* **Data supplied**:
──────────

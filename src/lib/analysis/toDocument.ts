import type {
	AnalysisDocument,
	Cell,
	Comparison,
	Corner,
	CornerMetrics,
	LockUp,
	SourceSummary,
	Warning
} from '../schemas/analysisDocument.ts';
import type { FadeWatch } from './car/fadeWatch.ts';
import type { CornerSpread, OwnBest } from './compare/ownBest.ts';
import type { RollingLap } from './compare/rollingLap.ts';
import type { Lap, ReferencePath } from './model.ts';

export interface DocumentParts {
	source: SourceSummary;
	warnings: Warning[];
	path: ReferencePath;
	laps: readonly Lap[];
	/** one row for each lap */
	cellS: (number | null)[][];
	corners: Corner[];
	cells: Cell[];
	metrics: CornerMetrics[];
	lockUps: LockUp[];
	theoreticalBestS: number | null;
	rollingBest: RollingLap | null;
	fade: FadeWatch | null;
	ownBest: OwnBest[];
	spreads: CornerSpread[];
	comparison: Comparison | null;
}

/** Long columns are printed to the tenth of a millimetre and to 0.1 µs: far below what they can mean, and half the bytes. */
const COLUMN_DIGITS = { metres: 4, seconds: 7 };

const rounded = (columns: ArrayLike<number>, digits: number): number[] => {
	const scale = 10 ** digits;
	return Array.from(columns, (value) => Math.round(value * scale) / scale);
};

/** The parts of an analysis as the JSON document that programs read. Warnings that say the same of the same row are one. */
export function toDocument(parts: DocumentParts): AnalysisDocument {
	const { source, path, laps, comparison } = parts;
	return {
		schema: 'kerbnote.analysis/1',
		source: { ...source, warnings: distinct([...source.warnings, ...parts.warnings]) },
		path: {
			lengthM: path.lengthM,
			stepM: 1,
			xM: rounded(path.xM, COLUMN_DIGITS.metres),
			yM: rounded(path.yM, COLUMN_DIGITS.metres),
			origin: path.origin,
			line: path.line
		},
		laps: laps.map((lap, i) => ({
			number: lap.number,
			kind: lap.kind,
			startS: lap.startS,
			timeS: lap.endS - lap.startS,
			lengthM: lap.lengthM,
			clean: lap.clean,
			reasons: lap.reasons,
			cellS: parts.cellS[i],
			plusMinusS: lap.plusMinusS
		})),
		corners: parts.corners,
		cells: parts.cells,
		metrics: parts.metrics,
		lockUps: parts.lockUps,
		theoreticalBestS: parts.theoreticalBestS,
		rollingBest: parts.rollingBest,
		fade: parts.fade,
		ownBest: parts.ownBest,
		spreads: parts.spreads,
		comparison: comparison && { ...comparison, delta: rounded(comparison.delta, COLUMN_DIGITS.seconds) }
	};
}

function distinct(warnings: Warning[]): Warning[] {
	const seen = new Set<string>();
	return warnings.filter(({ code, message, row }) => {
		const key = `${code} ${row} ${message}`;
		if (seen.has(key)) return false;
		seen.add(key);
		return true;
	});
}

──────────

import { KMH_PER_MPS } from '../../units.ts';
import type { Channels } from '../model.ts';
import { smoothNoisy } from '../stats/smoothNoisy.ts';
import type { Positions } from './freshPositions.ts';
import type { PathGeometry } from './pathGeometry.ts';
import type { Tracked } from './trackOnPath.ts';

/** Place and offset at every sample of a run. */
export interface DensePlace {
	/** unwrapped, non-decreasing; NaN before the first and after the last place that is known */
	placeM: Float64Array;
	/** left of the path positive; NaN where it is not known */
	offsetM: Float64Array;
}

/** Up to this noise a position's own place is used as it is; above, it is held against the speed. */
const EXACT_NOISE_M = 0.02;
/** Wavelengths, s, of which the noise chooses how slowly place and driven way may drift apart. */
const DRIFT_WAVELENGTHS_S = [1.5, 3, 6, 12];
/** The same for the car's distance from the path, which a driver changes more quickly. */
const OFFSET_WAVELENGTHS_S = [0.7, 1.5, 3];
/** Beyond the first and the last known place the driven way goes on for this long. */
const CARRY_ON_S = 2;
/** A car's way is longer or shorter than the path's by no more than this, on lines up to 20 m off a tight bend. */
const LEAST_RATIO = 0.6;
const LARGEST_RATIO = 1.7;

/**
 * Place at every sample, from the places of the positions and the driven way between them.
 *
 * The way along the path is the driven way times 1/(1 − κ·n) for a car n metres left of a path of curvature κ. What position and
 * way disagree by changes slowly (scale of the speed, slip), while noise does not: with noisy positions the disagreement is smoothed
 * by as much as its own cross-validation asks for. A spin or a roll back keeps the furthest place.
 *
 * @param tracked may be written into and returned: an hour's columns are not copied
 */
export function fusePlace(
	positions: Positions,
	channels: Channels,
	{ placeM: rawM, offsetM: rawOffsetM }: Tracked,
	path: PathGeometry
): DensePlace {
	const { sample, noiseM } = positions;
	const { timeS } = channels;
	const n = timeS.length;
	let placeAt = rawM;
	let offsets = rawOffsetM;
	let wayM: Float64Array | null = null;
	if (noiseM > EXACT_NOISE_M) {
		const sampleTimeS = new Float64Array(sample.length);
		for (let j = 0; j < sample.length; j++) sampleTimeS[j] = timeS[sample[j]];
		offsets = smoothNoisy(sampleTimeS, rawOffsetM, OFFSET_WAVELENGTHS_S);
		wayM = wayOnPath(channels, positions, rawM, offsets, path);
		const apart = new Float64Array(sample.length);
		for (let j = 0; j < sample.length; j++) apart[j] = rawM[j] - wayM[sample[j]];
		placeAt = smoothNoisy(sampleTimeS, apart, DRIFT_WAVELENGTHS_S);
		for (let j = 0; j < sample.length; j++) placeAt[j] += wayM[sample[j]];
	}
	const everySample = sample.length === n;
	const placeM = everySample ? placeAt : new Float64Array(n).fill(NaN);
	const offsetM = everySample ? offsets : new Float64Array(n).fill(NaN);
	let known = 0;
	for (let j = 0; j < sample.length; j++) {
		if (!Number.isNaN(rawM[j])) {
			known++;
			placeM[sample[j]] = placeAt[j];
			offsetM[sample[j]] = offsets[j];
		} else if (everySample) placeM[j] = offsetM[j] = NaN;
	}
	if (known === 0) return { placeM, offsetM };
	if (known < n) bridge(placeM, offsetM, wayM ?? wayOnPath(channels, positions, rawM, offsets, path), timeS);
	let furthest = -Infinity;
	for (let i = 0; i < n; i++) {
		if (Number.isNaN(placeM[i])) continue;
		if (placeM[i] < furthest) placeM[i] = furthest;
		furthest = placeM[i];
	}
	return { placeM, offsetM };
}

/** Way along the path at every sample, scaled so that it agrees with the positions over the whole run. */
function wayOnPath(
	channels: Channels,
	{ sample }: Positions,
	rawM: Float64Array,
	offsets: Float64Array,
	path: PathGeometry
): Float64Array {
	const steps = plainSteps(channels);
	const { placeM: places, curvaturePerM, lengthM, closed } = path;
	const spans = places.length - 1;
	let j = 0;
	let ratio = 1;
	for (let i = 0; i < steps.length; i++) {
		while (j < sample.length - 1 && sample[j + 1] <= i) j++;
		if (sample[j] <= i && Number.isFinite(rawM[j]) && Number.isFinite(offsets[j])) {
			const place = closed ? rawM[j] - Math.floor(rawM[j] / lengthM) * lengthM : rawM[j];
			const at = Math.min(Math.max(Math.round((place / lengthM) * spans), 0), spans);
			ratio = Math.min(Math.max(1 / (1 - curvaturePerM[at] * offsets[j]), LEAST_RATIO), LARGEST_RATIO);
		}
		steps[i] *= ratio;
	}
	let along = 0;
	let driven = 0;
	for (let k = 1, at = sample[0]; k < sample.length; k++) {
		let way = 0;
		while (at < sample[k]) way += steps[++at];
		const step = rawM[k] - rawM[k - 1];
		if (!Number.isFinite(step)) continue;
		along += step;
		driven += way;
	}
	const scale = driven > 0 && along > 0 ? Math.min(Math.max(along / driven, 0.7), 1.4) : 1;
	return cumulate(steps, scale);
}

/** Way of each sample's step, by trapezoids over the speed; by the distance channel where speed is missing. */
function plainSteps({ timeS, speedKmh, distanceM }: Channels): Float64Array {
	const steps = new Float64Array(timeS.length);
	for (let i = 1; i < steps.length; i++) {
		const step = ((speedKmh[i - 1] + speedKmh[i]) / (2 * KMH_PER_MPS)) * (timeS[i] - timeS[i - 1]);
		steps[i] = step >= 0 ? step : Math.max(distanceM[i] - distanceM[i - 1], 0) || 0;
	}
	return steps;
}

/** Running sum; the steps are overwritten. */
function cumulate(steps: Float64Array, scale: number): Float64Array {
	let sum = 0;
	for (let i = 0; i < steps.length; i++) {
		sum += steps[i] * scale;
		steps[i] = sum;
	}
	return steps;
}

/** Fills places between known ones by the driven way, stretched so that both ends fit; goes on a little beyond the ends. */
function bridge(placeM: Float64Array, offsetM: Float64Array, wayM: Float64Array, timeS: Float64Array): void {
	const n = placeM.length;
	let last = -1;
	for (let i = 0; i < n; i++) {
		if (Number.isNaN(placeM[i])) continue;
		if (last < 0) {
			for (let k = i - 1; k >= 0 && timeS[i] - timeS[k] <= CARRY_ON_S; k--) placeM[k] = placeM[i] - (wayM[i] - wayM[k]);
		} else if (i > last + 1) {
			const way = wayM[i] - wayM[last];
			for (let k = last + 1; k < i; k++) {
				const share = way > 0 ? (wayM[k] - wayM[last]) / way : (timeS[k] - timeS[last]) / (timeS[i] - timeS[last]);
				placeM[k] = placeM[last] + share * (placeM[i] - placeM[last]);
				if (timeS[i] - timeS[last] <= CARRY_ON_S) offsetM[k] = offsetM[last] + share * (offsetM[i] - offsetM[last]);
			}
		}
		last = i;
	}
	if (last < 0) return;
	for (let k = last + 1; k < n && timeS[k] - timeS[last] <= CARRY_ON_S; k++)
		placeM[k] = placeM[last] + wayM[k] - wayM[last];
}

──────────

* **What you should do**: The word "more" is the filter: copy every line of the listing above that contains it.

* **Written reply**:
/** The same for the car's distance from the path, which a driver changes more quickly. */
/** A car's way is longer or shorter than the path's by no more than this, on lines up to 20 m off a tight bend. */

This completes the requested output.